Aim of the task:
The answer must be an exact reproduction of the lines from the start of the records below through the line containing "const needsOf = (inp: BalanceEngineInputs)", and nothing more.

Recorded data:
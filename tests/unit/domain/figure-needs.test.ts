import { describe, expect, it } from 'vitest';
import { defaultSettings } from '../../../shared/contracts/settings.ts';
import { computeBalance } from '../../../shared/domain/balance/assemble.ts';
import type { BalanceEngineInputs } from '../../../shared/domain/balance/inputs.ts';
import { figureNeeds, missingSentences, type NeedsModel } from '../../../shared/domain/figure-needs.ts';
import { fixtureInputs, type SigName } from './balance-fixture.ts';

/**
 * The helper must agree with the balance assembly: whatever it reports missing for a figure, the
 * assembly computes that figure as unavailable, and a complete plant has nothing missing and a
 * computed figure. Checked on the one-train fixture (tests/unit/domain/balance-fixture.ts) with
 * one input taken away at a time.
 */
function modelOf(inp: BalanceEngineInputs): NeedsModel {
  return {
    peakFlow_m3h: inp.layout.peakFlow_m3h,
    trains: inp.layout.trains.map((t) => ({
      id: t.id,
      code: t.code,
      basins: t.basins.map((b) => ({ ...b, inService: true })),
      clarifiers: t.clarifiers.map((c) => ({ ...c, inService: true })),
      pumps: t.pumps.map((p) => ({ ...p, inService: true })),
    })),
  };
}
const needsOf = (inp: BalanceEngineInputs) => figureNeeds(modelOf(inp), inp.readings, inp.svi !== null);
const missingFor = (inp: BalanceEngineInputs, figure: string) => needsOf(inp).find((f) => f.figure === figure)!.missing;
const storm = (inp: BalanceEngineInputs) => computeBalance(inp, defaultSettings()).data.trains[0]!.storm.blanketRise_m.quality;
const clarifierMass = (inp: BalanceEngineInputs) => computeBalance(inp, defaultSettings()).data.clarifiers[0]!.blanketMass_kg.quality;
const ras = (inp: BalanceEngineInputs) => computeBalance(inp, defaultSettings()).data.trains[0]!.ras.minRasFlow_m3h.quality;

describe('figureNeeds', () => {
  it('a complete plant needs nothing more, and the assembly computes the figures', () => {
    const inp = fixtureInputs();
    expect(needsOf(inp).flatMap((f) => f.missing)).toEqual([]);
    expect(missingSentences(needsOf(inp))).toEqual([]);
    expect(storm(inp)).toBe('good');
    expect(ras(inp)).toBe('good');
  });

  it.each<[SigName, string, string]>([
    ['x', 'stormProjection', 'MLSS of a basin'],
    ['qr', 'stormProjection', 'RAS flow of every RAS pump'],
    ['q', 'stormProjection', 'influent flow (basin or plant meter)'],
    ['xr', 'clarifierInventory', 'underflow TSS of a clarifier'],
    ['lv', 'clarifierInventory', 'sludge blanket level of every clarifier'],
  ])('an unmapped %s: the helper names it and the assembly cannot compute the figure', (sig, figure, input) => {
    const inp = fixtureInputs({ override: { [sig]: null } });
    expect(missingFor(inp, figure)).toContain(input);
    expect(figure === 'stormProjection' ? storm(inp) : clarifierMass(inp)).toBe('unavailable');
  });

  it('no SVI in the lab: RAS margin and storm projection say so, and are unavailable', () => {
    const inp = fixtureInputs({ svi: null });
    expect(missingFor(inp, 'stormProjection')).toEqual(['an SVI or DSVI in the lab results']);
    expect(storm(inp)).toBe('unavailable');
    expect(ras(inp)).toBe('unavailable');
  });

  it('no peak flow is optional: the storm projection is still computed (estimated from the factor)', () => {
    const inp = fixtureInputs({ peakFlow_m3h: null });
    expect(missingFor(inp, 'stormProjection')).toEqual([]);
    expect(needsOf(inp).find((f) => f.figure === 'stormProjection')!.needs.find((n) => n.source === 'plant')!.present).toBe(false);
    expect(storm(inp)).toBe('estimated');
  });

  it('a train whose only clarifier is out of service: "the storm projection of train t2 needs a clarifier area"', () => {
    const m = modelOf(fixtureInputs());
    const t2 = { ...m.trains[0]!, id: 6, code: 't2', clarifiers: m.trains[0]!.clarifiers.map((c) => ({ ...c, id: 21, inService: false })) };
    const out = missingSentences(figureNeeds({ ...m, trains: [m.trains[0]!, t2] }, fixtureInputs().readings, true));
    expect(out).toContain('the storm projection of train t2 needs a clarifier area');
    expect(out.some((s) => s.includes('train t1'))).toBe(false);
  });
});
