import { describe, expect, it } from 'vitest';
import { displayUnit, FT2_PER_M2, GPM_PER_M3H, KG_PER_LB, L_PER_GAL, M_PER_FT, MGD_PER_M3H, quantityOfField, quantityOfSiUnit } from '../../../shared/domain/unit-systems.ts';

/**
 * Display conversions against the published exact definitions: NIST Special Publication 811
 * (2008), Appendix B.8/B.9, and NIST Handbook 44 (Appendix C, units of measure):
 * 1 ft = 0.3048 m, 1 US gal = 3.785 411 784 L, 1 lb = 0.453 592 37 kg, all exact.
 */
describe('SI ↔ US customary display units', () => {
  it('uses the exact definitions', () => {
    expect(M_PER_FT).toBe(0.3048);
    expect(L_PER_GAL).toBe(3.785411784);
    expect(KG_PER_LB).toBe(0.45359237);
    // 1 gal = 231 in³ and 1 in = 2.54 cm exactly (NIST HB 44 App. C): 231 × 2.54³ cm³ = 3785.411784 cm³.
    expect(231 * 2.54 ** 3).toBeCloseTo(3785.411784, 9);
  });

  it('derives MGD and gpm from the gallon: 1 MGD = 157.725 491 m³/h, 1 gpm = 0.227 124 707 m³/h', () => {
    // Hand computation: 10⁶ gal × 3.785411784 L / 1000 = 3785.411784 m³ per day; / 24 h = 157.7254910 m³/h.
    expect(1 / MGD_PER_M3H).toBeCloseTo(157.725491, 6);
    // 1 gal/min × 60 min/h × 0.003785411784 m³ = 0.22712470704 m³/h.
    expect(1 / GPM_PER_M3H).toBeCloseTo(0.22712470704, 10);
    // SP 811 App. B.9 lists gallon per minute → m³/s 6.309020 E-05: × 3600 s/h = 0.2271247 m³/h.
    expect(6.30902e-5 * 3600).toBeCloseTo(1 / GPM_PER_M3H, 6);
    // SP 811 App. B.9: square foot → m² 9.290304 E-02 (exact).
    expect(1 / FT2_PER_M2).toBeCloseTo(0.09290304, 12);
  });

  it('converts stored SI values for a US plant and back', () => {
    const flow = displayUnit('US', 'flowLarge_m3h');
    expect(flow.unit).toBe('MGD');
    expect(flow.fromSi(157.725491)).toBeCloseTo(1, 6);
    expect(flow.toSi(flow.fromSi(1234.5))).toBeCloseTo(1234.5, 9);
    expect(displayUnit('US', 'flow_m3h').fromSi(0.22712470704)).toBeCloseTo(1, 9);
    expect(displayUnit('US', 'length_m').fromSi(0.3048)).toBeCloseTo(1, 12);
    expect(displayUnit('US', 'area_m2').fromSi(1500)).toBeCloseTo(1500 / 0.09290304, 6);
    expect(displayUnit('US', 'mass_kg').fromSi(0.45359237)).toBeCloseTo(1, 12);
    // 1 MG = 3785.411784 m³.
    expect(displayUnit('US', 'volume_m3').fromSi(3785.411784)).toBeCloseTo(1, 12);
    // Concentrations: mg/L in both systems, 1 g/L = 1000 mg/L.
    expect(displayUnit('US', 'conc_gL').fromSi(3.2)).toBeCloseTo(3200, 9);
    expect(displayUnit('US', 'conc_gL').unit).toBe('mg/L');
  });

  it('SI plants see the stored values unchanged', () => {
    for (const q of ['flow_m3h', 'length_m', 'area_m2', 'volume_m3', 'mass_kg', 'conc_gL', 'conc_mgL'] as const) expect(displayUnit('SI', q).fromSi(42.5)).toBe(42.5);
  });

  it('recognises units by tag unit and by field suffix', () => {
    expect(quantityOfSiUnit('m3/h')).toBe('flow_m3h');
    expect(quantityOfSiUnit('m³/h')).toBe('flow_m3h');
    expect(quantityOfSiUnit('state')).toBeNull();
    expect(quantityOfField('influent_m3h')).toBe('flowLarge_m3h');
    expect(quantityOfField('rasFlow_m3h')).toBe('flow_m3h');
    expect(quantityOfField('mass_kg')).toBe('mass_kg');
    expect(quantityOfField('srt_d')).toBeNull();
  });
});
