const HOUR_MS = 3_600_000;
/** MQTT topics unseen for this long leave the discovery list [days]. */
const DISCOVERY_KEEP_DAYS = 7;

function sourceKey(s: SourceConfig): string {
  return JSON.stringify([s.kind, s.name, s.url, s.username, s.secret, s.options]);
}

Answer to the exercise:
filename tests/unit/domain/figure-needs.test.ts
import { describe, expect, it } from 'vitest';
import { defaultSettings } from '../../../shared/contracts/settings.ts';
import { computeBalance } from '../../../shared/domain/balance/assemble.ts';
import type { BalanceEngineInputs } from '../../../shared/domain/balance/inputs.ts';
import { figureNeeds, missingSentences, type NeedsModel } from '../../../shared/domain/figure-needs.ts';
import { fixtureInputs, type SigName } from './balance-fixture.ts';

/**
 * The helper must agree with the balance assembly: whatever it reports missing for a figure, the
 * assembly computes that figure as unavailable, and a complete plant has nothing missing and a
 * computed figure. Checked on the one-train fixture (tests/unit/domain/balance-fixture.ts) with
 * one input taken away at a time.
 */
function modelOf(inp: BalanceEngineInputs): NeedsModel {
  return {
    peakFlow_m3h: inp.layout.peakFlow_m3h,
    trains: inp.layout.trains.map((t) => ({
      id: t.id,
      code: t.code,
      basins: t.basins.map((b) => ({ ...b, inService: true })),
      clarifiers: t.clarifiers.map((c) => ({ ...c, inService: true })),
      pumps: t.pumps.map((p) => ({ ...p, inService: true })),
    })),
  };
}
const needsOf = (inp: BalanceEngineInputs) => figureNeeds(modelOf(inp), inp.readings, inp.svi !== null);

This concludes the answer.